Most are highly opinionated with regard to exotics being kept..

It may stir up a hornets nest for the people with the animals.

And like the other op stated..

They recognise off the tv then suddenly there prize collection is stollen..

Hapens regular..


----------



## skimsa (Sep 28, 2007)

He's not the regular poster either. There is someone who is genuine on the forum but not this user.

Im the same, this stinks of :censor:


----------



## SEF (Jan 18, 2011)

I do understand that you may have concerns but this is a legitimate series for Five being made by a company called Special Edition Films.

We have made documentaries for all the major broadcasters. One of our most recent films was for BBC3 called Love Me Love My Face and here is a link to the blog:

BBC - BBC Three - Blog: Love Me, Love My Face: "Living My Life The Way I Want"

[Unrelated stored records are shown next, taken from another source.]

"""Tests of detection grids over scenario parameters (synthcorona.dimming.grids)."""
import astropy.units as u
import numpy as np
import pytest
from dimming_setups import star_1e17_scenario

from synthcorona.dimming import detection_grid
from synthcorona.errors import InputError


@pytest.fixture
def star_1e17():
    """The K dwarf with a 1e17 g CME, no flare."""
    return star_1e17_scenario()


def test_detection_grid_reproducible_and_consistent(star_1e17):
    star = star_1e17
    kw = dict(distance=[2, 4] * u.pc, mass=[1e17, 4e17, 1.5e18] * u.g, n_realisations=1000, seed=3)
    a = detection_grid(star, **kw)
    b = detection_grid(star, **kw)
    assert a.probability.dims == ("distance", "mass", "band")
    np.testing.assert_array_equal(a.probability.values, b.probability.values)
    assert a.mass.attrs["units"] == "g" and a.distance.attrs["units"] == "pc"
    # common random numbers: monotone in mass
    assert np.all(np.diff(a.probability.values, axis=1) >= 0)
    # a nearer star is easier to detect (more counts, same depth)
    assert np.all(a.probability.sel(distance=2).values >= a.probability.sel(distance=4).values)
    # depth is linear in mass (delta = M * d(delta)/dM for pure mass loss) and independent of distance
    d = a.depth.sel(distance=2, band="sc-fe12").values
    np.testing.assert_allclose(d / d[0], [1, 4, 15], rtol=1e-12)
    np.testing.assert_allclose(a.depth.sel(distance=4).values, a.depth.sel(distance=2).values, rtol=1e-12)
    # one grid point equals the scenario's own calculation with the same seed
    p = star.detection_probability(1000, seed=3, band="sc-fe12", mass=4e17 * u.g).probability.values[0]
    assert float(a.probability.sel(distance=2, mass=4e17, band="sc-fe12")) == p


def test_detection_grid_min_mass_scales_with_distance(star_1e17):
    # Gaussian limit: S/N = delta q sqrt(t) / sqrt(q) so the minimum depth scales as q^-1/2 ~ d: doubling the
    # distance doubles the minimum detectable mass (standard Poisson counting argument; common practice, no source).
    ds = detection_grid(star_1e17, distance=[2, 4] * u.pc, instrument=[("sc-fe12")], n_realisations=2000, seed=1,
                        min_mass=True, bracket=(1e16 * u.g, 1e19 * u.g))
    m = ds.minimum_detectable_mass.values[:, 0]
    assert np.all(np.isfinite(m))
    assert m[1] / m[0] == pytest.approx(2.0, rel=0.25)
    assert ds.minimum_detectable_mass.attrs["units"] == "g"
    assert ds.attrs["min_mass_notes"] == "all grid points bracketed"


@pytest.mark.parametrize("kwargs,error,match", [
    (dict(distance=[1, 2]), u.UnitsError, "distance"),
    (dict(band="nope"), InputError, "band"),
])
def test_detection_grid_bad_input(star_1e17, kwargs, error, match):
    with pytest.raises(error, match=match):
        detection_grid(star_1e17, **kwargs)


def test_detection_grid_needs_a_scenario():
    with pytest.raises(InputError, match="base_scenario"):
        detection_grid("scenario")


def test_grid_points_use_the_base_scenario_table(star_1e17, monkeypatch):
    """Every grid point is built with the base scenario's emissivity table (given by its file)."""
    from synthcorona.dimming.scenario import DimmingScenario

    seen = []
    original = DimmingScenario.__init__

    def spy(self, *args, **kwargs):
        seen.append(kwargs.get("table"))
        original(self, *args, **kwargs)

    monkeypatch.setattr(DimmingScenario, "__init__", spy)
    detection_grid(star_1e17, distance=[2, 4] * u.pc, band="sc-fe12", n_realisations=1000, seed=3)
    assert len(seen) == 2 and all(t == star_1e17.table.path for t in seen)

I am more than happy to speak to anyone who wants to know more about the show or what filming would involve. Please get in touch and I will answer any questions you have.


----------



## mouseman11 (Feb 19, 2010)

If you ever need a camera assistant give me a call!


----------



## Booty (Jul 28, 2010)

This was in the express yesterday its called Essex Jungle or something I Think though it could be a different programme. I dont but good luck.


----------



## Booty (Jul 28, 2010)

also linking to a blog doesnt really make you credible everyone on here is Skeptical of this sort of post. Firstly because of the amount of people that want to write reports and secondly because of the documentaries generally showing the hobby in a negative light. 

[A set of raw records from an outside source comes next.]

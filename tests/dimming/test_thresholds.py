"""Detection thresholds calibrated on event-free simulations (synthcorona.dimming.thresholds).

Reference: the binomial standard error sqrt(alpha (1 - alpha) / n) of a Monte Carlo fraction, and
scipy.stats.norm for the Gaussian quantile z_{1-alpha}.
"""
import astropy.units as u
import numpy as np
import pytest
from dimming_setups import CTS, binom_se, step_curve
from scipy import stats

from synthcorona.dimming.noise import CountSampler
from synthcorona.dimming.statistics import window_test
from synthcorona.dimming.thresholds import calibrate_threshold
from synthcorona.errors import InputError


def test_false_alarm_rate_at_calibrated_threshold():
    """Calibrate on one seed, measure on an independent seed with n = 20000: |rate - alpha| < 3 SE
    (binomial SE sqrt(alpha (1 - alpha) / n)). The calibration uses 200,000 realisations so its own
    scatter (SE/sqrt(10)) adds only ~5 % to the spread of the measured rate."""
    alpha = 0.01
    rate = step_curve(depth=0.0)
    labels = np.r_[np.zeros(500, int), np.ones(500, int)]
    sampler = CountSampler(rate, 1 * u.s, groups=labels)

    def sigma(chunk):
        return window_test(chunk[:, 0], 500 * u.s, chunk[:, 1], 500 * u.s).sigma

    thr = calibrate_threshold(sigma, sampler, alpha, 200_000, seed=1)
    assert thr.false_alarm_achieved <= alpha
    assert thr.false_alarm_achieved == pytest.approx(alpha, abs=3 * binom_se(alpha, 200_000))
    n = 20000
    values = np.concatenate([sigma(c) for c in sampler(n, seed=2)])
    measured = np.mean(values > thr.threshold)
    assert abs(measured - alpha) < 3 * binom_se(alpha, n)
    # The nominal exact-test threshold is close to the Gaussian z_{1-alpha} at 5000 counts per window.
    assert thr.threshold == pytest.approx(stats.norm.isf(alpha), abs=0.1)


def test_statistic_function_must_return_one_value_per_realisation():
    with pytest.raises(InputError, match="statistic_fn returned 1 values"):
        calibrate_threshold(lambda c: [0.0], CountSampler(np.ones(5) * CTS, 1 * u.s), 0.1, 200, seed=0)
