# ----------------------------------------------------------------------------- temperature response
def temperature_response(instrument, table=None, abundances="coronal", density=None, pressure=None, bands=None,
                         nh=None, ism_abundances="photospheric", input_grid=None) -> xr.DataArray:
    """Temperature response K_b(T) of each band: counts s^-1 per unit emission measure at 1 pc.

    ``rate_b = sum_T EM(T) K_b(T) (1 pc / d)^2`` for a volume DEM at distance d, EM =
    integral n_e n_H dV in cm^-3.

    Parameters
    ----------
    instrument : Instrument
    table : EmissivityTable, optional
        Default: the embedded table (:func:`synthcorona.load_emissivity`).
    abundances : str, dict or AbundanceSet
        Named set or {symbol: n_X/n_H}; elements missing from a dict are zero and are listed
        in ``attrs["abundance_note"]``.
    density, pressure : Quantity, optional
        Electron density [cm^-3] (default 1e10) or constant pressure n_e T [K cm^-3].
    bands : None, str, Band, Quantity pair, dict or list of these
        None: every named band, or a single band "total" (all channels) if the instrument
        has none. "total" always selects all channels unless a band has that name. Limits
        are channel energies with a redistribution matrix, photon energies without.
    nh : Quantity [cm^-2], optional
        Interstellar hydrogen column in [0, 1e24]; default: no absorption. Needs the
        response inside the absorption model's 10 eV-10 keV.
    ism_abundances : str or dict
        Abundances of the absorbing gas.
    input_grid : Quantity, optional
        Bin edges (energy or wavelength) of the photon spectrum to fold instead of the
        automatic grid (see Method).

    Returns
    -------
    xarray.DataArray
        Dims ("band", "logT"), units ``attrs["units"]`` = "cm3 ct / s"
        (counts s^-1 per cm^-3 of EM at the reference distance 1 pc); coordinates ``band_lo``,
        ``band_hi`` (keV; the instrument's response range for "total"). ``attrs`` carry the
        reference distance, absorption, abundances (with the note on missing elements),
        density model, table provenance and the instrument's name and provenance.

    Method
    ------
    ``K_b(T) = S_b @ eps(T) / (4 pi (1 pc)^2)`` with ``S_b = band_matrix(edges)`` (cm^2 per
    input bin, including the redistribution and channel selection) and ``eps`` the photon
    emissivity per unit EM in each input bin, absorbed by ``exp(-sigma N_H)``
    (:func:`synthcorona.instruments.observables.binned_emissivity`). The automatic input
    grid is the instrument's own energy-bin edges plus the band edges, over the photon
    energies that contribute to the requested bands. On that grid the result is exact for
    the instrument's piecewise-constant effective area: the continuum is integrated
    exactly over each bin and each line falls in the one bin holding its energy. With
    ``nh`` the bins are split to a relative width <= 0.1 % and the continuum takes the
    transmission at each bin's log-centre, the lines at their own energy. If a band needs
    photons outside the table's continuum grid (or outside 10 eV-10 keV with ``nh``)
    :class:`InputError` says so. Emissivity matrices are cached per (abundances/density,
    grid, N_H).
    """
    nhv = nh_value(nh)
    prep = prepare(table, abundances, density, pressure)
    blist = response_bands(instrument, bands)
    K, grid_desc, edges = _response_kernel(instrument, prep, blist, nhv, ism_abundances, input_grid)
    rng = instrument.energy_range.value
    lo = np.array([rng[0] if a is None else a for _, a, _ in blist])
    hi = np.array([rng[1] if b is None else b for _, _, b in blist])
    attrs = _response_attrs(instrument, prep, nhv, ism_abundances, grid_desc, edges)
    attrs.update({
        "units": TEMPERATURE_RESPONSE_UNIT.to_string(),
        "quantity": ("count rate per unit volume emission measure (EM = integral n_e n_H dV, cm-3) of "
                     "isothermal plasma at the reference distance"),
        "reference_distance": f"{REFERENCE_DISTANCE_PC:g} pc",
    })
    return xr.DataArray(
        K, dims=("band", "logT"),
        coords={"band": [b[0] for b in blist], "logT": prep.table.logT.copy(),
                "band_lo": ("band", lo, {"units": "keV"}), "band_hi": ("band", hi, {"units": "keV"})},
        attrs=attrs, name="temperature_response")
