"""Light curves shared by the dimming tests (tests/dimming/test_*.py)."""
import math

import astropy.units as u
import numpy as np

# ----------------------------------------------------------------------------- light curves of the statistics tests
CTS = u.ct / u.s
#: Pre- and post-event windows of step_curve's default 1000 one-second bins.
WIN = ((0 * u.s, 500 * u.s), (500 * u.s, 1000 * u.s))


def binom_se(p, n):
    """Binomial standard error sqrt(p (1 - p) / n) of a Monte Carlo fraction."""
    return math.sqrt(p * (1 - p) / n)


def step_curve(n_bins=1000, rate=10.0, depth=0.0, onset=500):
    """Count rate [ct/s] of 1 s bins stepping down by the fraction ``depth`` at ``onset`` (s)."""
    t = np.arange(n_bins) + 0.5
    return np.where(t >= onset, rate * (1 - depth), rate) * CTS


def flare_dimming_curves(n_bins=400, q=20.0, depth=0.1):
    """Quiescent + decaying flare, and an exponentially recovering dimming after bin 200 (1 s bins).

    Returns (baseline, dimming template, baseline - depth x template), expected counts per bin.
    """
    t = np.arange(n_bins) + 0.5
    flare = 60.0 * np.exp(-(t - 200) / 30.0) * (t >= 200)
    profile = np.where(t >= 200, np.exp(-(t - 200) / 150.0), 0.0)
    base = q + flare
    dim = q * profile
    return base, dim, base - depth * dim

Heres a documentary I produced. BBC - BBC Two Programmes - Louis Theroux - The City Addicted to Crystal Meth
:2thumb:


Good Luck though...Would be good to watch. may i suggest looking for the animals you want in the docu using the search button and speak to keepers so as to give them a chance to argue their points.


----------



## Booty (Jul 28, 2010)

Special Edition Films [gb]

Theres the companies imdb. Note the lack of love me love my face. 
however same format and producers as the ready steady drink programme.

I'll present it for you if you want. at least i wouldn't push it too far.


----------



## Rednurse (Nov 13, 2010)

Calm down people! why do people always jump down the throat of someone trying to promote the animals we all love! i myself dont live in essex and the most exotic animal i own is a suri red tailed boa but i would try and find out from the OP (privately) the information to either prove or disprove his claims before accusing him of trying to steal my pets! fair enough caution should be taken but give the guy a break!


----------



## PETERAROBERTSON (Jul 2, 2008)

Rednurse said:


> Calm down people! why do people always jump down the throat of someone trying to promote the animals we all love! i myself dont live in essex and the most exotic animal i own is a suri red tailed boa but i would try and find out from the OP (privately) the information to either prove or disprove his claims before accusing him of trying to steal my pets! fair enough caution should be taken but give the guy a break!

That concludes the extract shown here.